SUPPLIED RECORDS: Begin

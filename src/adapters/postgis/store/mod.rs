//! A PostGIS results schema as a [`ResultStore`].
//!
//! - **One run per job.** [`lock_job`](ResultStore::lock_job) takes a session
//!   advisory lock keyed on the schema and job (FNV-1a, [`lock_key`]); the
//!   server frees it when the session ends, however it ends.
//! - **No run left `running`.** A run's row says `running` while its session
//!   holds its job's lock. [`prepare`](ResultStore::prepare) marks failed every
//!   `running` run whose job lock nobody holds: its process or session is gone
//!   (killed, terminated, timed out).
//! - **All or nothing.** [`commit`](ResultStore::commit) loads every table
//!   with binary COPY, marks the runs succeeded and points the job's views at
//!   the primary run inside one transaction.

use std::pin::pin;
use std::time::{Duration, Instant};

use futures_util::SinkExt;
use tokio_postgres::Transaction;
use uuid::Uuid;

use super::copy::CopyEncoder;
use super::layers::job_views;
use super::migrate::{lock_key, prepare_schema};
use super::{database_error, quote_ident, Session};
use crate::adapters::{
    add_count, Layer, PredictionRow, ResultStore, SourceInfo, StoreReport, StoredInspection,
    StoredRun,
};
use crate::core::units::{Dataset, IdKind};
use crate::error::Error;
use crate::results::rows::{run_rows, FinishedRun, RowSource, RunRecord, Value};
use crate::results::{TableDef, HELD_OUT, JOBS, REGIONS_SUFFIX, RUNS};

mod writing;
use writing::*;

/// Bytes per COPY message sent to the server.
const CHUNK: usize = 1 << 20;

/// A PostGIS results schema.
pub struct PostgisStore {
    session: Session,
    schema: String,
    /// The connection string, to reconnect when marking a run failed after
    /// the session was lost.
    db: Option<String>,
    locked: Option<i64>,
}

impl PostgisStore {
    /// A store in `schema` (created on first use) reached through `session`.
    pub fn new(session: Session, schema: &str, db: Option<&str>) -> PostgisStore {
        PostgisStore {
            session,
            schema: schema.to_string(),
            db: db.map(str::to_string),
            locked: None,
        }
    }

    fn qualified(&self, table: &str) -> String {
        format!("{}.{}", quote_ident(&self.schema), quote_ident(table))
    }

    /// The session, for the store's reads in [`super::reads`].
    pub(crate) fn session(&self) -> &Session {
        &self.session
    }

    /// The results schema (unquoted).
    pub fn schema(&self) -> &str {
        &self.schema
    }

    fn job_key(&self, job: &str) -> i64 {
        lock_key(&format!("geofold job {} {job}", self.schema))
    }

    /// Who holds the advisory lock `key`, for the busy message.
    fn holder(&self, key: i64) -> String {
        let sql = "SELECT a.pid, coalesce(a.application_name, ''), coalesce(a.client_addr::text, 'local'), \
                   to_char(a.backend_start AT TIME ZONE 'UTC', 'YYYY-MM-DD HH24:MI:SS') \
                   FROM pg_locks l JOIN pg_stat_activity a ON a.pid = l.pid \
                   WHERE l.locktype = 'advisory' AND l.granted \
                   AND l.classid = (($1::bigint >> 32) & 4294967295)::oid AND l.objid = ($1::bigint & 4294967295)::oid AND l.objsubid = 1 \
                   LIMIT 1";
        match self
            .session
            .runtime
            .block_on(self.session.client.query_opt(sql, &[&key]))
        {
            Ok(Some(row)) => {
                let pid: i32 = row.try_get(0).unwrap_or(0);
                let app: String = row.try_get(1).unwrap_or_default();
                let addr: String = row.try_get(2).unwrap_or_default();
                let since: String = row.try_get(3).unwrap_or_default();
                format!("held by server process {pid} ({app}, from {addr}, connected since {since} UTC)")
            }
            _ => "held by another session".to_string(),
        }
    }

    fn try_lock(&self, key: i64) -> Result<bool, Error> {
        self.session
            .runtime
            .block_on(
                self.session
                    .client
                    .query_one("SELECT pg_try_advisory_lock($1)", &[&key]),
            )
            .and_then(|row| row.try_get(0))
            .map_err(|e| database_error("taking the job's lock", &e))
    }

    fn unlock(&self, key: i64) -> Result<(), Error> {
        self.session
            .runtime
            .block_on(
                self.session
                    .client
                    .execute("SELECT pg_advisory_unlock($1)", &[&key]),
            )
            .map(|_| ())
            .map_err(|e| database_error("releasing a job's lock", &e))
    }

    /// Marks failed the `running` runs whose job lock nobody holds.
    fn sweep_stale_runs(&mut self) -> Result<(), Error> {
        let runs = self.qualified("runs");
        let action = "finding runs whose process is gone";
        let jobs: Vec<String> = self
            .session
            .runtime
            .block_on(self.session.client.query(
                &format!("SELECT DISTINCT job FROM {runs} WHERE status = 'running'"),
                &[],
            ))
            .map_err(|e| database_error(action, &e))?
            .iter()
            .filter_map(|row| row.try_get(0).ok())
            .collect();
        for job in jobs {
            let key = self.job_key(&job);
            let ours = self.locked == Some(key);
            if !ours && !self.try_lock(key)? {
                continue;
            }
            let marked = self
                .session
                .runtime
                .block_on(self.session.client.execute(
                    &format!(
                        "UPDATE {runs} SET status = 'failed', finished_at = now(), \
                         error_message = 'the run ended without finishing: the process or database session running it (' \
                         || coalesce(session, 'unknown') || ') is gone' \
                         WHERE job = $1 AND status = 'running'"
                    ),
                    &[&job],
                ))
                .map_err(|e| database_error(action, &e));
            if !ours {
                self.unlock(key)?;
            }
            let marked = marked?;
            if marked > 0 {
                tracing::warn!(
                    job,
                    runs = marked,
                    "marked runs failed whose process is gone"
                );
            }
        }
        Ok(())
    }
}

SUPPLIED RECORDS: End

Starting with the line with "takes a session" above and going on through the line with "job's views at", transcribe every line exactly, both ends included, and add nothing.

OUTPUT OF THE TASK »
//! - **One run per job.** [`lock_job`](ResultStore::lock_job) takes a session
//!   advisory lock keyed on the schema and job (FNV-1a, [`lock_key`]); the
//!   server frees it when the session ends, however it ends.
//! - **No run left `running`.** A run's row says `running` while its session
//!   holds its job's lock. [`prepare`](ResultStore::prepare) marks failed every
//!   `running` run whose job lock nobody holds: its process or session is gone
//!   (killed, terminated, timed out).
//! - **All or nothing.** [`commit`](ResultStore::commit) loads every table
//!   with binary COPY, marks the runs succeeded and points the job's views at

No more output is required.